(Collected data entries)
○ ○ ○ ○ ○ ○ ○
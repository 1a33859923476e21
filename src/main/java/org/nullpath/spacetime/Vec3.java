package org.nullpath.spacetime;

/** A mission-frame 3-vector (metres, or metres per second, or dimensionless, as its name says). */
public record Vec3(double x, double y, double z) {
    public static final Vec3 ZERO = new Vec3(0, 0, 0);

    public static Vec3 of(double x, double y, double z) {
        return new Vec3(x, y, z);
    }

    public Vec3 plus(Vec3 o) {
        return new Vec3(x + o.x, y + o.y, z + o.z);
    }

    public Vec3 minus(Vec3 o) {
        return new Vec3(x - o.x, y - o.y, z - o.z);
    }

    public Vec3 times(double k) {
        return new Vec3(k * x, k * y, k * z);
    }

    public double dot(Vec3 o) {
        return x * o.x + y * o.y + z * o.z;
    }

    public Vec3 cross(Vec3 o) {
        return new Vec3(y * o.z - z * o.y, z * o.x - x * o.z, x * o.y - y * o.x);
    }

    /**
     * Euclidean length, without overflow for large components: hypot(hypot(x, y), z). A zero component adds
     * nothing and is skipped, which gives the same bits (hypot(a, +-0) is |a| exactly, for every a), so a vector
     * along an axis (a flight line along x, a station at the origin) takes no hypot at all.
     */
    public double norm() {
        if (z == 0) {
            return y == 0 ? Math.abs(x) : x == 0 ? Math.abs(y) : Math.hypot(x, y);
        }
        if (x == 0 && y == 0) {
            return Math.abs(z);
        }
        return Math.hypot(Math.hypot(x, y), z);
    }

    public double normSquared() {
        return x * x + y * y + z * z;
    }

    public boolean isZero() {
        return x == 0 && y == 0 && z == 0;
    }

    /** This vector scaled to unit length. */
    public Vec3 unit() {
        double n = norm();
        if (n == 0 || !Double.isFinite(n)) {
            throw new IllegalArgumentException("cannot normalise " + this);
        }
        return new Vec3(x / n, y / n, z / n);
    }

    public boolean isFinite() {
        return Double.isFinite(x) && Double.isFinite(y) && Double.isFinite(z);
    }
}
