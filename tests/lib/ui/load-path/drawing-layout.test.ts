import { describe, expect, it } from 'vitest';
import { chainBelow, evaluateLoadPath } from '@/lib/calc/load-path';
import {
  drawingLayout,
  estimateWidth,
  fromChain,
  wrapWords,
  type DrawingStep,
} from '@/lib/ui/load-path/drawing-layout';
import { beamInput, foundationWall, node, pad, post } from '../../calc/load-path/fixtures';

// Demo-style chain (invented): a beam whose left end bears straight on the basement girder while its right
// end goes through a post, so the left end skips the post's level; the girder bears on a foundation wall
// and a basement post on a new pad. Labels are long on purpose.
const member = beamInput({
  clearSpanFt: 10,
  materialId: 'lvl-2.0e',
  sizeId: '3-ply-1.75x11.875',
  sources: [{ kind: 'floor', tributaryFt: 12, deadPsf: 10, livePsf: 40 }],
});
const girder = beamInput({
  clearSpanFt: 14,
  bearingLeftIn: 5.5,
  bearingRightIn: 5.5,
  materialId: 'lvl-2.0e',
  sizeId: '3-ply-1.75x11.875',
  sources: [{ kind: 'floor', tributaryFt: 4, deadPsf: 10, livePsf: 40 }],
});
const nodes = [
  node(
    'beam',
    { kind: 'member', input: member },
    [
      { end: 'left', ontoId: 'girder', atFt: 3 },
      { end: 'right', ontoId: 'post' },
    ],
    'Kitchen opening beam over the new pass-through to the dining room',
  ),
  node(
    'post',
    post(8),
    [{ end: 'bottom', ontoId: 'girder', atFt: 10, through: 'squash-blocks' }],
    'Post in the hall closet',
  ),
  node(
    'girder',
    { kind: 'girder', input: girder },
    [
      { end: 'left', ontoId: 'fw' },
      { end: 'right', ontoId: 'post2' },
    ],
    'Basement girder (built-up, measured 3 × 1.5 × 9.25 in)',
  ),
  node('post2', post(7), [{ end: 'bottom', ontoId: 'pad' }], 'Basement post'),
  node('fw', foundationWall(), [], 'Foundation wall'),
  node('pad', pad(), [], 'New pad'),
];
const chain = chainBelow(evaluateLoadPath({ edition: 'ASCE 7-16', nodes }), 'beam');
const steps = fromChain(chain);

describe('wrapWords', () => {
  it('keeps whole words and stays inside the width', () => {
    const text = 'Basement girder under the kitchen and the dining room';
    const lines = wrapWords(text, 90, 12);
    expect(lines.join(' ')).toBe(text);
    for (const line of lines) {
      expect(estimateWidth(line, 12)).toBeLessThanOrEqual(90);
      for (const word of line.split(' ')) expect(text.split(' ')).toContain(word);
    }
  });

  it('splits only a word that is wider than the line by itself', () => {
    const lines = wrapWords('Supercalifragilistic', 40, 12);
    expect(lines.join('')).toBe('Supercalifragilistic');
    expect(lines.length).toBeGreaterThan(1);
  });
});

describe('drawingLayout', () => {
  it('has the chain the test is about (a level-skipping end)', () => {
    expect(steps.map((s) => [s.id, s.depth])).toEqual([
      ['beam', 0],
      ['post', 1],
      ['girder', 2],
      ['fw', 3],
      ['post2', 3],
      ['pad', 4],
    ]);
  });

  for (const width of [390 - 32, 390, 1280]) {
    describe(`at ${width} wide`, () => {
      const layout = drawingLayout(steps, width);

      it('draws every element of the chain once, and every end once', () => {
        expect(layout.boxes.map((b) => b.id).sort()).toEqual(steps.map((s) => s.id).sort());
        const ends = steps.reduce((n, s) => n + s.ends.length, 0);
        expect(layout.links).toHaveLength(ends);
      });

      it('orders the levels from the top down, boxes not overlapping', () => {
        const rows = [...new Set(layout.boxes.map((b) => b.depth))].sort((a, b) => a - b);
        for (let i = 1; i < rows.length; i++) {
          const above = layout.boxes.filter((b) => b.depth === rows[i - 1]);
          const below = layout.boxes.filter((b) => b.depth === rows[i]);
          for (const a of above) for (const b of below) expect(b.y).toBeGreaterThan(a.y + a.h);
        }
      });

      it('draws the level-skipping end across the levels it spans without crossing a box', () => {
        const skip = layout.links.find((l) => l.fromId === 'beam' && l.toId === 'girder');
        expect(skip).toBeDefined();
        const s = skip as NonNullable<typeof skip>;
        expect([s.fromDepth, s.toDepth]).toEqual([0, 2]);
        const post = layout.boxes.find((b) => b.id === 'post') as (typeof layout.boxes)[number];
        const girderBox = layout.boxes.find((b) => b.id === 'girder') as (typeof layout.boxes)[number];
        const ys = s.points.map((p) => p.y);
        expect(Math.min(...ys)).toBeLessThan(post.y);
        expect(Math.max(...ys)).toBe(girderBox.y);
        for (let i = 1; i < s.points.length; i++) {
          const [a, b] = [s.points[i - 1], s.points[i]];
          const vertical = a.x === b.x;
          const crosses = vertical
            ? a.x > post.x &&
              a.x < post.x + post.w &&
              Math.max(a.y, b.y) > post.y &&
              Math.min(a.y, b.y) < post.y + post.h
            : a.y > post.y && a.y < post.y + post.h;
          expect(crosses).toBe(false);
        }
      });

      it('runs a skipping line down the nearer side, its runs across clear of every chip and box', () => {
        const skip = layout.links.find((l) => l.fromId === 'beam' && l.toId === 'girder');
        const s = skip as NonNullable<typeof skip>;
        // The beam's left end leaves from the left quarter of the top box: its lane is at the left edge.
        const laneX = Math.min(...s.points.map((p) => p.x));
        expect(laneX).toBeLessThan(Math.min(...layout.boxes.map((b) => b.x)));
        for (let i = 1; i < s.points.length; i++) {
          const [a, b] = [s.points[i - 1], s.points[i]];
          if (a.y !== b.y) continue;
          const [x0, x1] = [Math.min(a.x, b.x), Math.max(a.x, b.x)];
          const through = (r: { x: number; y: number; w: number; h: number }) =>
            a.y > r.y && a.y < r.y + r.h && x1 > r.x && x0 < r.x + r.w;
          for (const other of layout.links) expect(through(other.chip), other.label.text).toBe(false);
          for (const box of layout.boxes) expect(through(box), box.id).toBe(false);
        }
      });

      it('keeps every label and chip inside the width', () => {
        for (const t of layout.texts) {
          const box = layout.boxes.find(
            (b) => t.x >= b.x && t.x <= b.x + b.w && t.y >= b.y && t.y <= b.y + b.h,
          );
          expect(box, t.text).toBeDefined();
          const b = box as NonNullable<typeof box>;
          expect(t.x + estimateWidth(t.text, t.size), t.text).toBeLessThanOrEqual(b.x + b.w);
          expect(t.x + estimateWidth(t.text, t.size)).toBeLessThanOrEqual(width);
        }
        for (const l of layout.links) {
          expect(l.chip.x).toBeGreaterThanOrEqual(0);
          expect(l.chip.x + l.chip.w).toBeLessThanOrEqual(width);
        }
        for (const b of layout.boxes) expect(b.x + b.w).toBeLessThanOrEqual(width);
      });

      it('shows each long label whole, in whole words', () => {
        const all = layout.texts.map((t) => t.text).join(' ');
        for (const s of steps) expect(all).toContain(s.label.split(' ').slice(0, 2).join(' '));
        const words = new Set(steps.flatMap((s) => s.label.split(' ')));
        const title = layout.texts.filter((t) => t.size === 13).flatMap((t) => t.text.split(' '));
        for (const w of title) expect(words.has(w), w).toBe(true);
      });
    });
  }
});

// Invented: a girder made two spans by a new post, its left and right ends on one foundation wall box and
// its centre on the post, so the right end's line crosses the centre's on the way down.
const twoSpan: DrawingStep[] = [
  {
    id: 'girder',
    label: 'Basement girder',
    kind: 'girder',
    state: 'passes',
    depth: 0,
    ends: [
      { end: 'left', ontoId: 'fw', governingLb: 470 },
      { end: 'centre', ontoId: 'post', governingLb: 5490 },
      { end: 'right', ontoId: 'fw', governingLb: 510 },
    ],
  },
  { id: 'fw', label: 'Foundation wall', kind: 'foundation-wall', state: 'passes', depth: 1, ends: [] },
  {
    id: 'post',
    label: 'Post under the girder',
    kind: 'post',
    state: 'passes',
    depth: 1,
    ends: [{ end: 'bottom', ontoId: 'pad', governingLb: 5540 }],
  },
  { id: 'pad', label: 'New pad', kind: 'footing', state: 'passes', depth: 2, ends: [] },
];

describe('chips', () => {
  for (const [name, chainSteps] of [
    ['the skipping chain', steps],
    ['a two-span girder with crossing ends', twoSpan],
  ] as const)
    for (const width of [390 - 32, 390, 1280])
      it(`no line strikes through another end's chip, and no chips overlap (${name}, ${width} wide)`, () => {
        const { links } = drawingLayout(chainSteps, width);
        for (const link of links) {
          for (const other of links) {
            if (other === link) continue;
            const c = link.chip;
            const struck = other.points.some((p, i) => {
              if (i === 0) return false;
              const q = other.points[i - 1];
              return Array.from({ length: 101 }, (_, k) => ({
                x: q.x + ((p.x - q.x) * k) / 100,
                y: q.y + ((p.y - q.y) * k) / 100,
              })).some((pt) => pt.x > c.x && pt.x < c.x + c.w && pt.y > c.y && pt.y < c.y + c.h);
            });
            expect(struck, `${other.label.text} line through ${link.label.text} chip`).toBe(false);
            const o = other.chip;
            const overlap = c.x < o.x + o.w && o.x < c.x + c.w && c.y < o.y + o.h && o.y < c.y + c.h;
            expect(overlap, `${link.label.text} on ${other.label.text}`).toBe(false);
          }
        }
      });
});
○ ○ ○ ○ ○ ○ ○
(INSTRUCTIONS FOR THE TASK) Working from the data above, extract solely the lines from the one containing "for (let i = 1; i < rows.length;" through the one containing "const girderBox = layout.boxes.find((b)", exactly as they appear, both included.

(RESULT BELOW)
        for (let i = 1; i < rows.length; i++) {
          const above = layout.boxes.filter((b) => b.depth === rows[i - 1]);
          const below = layout.boxes.filter((b) => b.depth === rows[i]);
          for (const a of above) for (const b of below) expect(b.y).toBeGreaterThan(a.y + a.h);
        }
      });

      it('draws the level-skipping end across the levels it spans without crossing a box', () => {
        const skip = layout.links.find((l) => l.fromId === 'beam' && l.toId === 'girder');
        expect(skip).toBeDefined();
        const s = skip as NonNullable<typeof skip>;
        expect([s.fromDepth, s.toDepth]).toEqual([0, 2]);
        const post = layout.boxes.find((b) => b.id === 'post') as (typeof layout.boxes)[number];
        const girderBox = layout.boxes.find((b) => b.id === 'girder') as (typeof layout.boxes)[number];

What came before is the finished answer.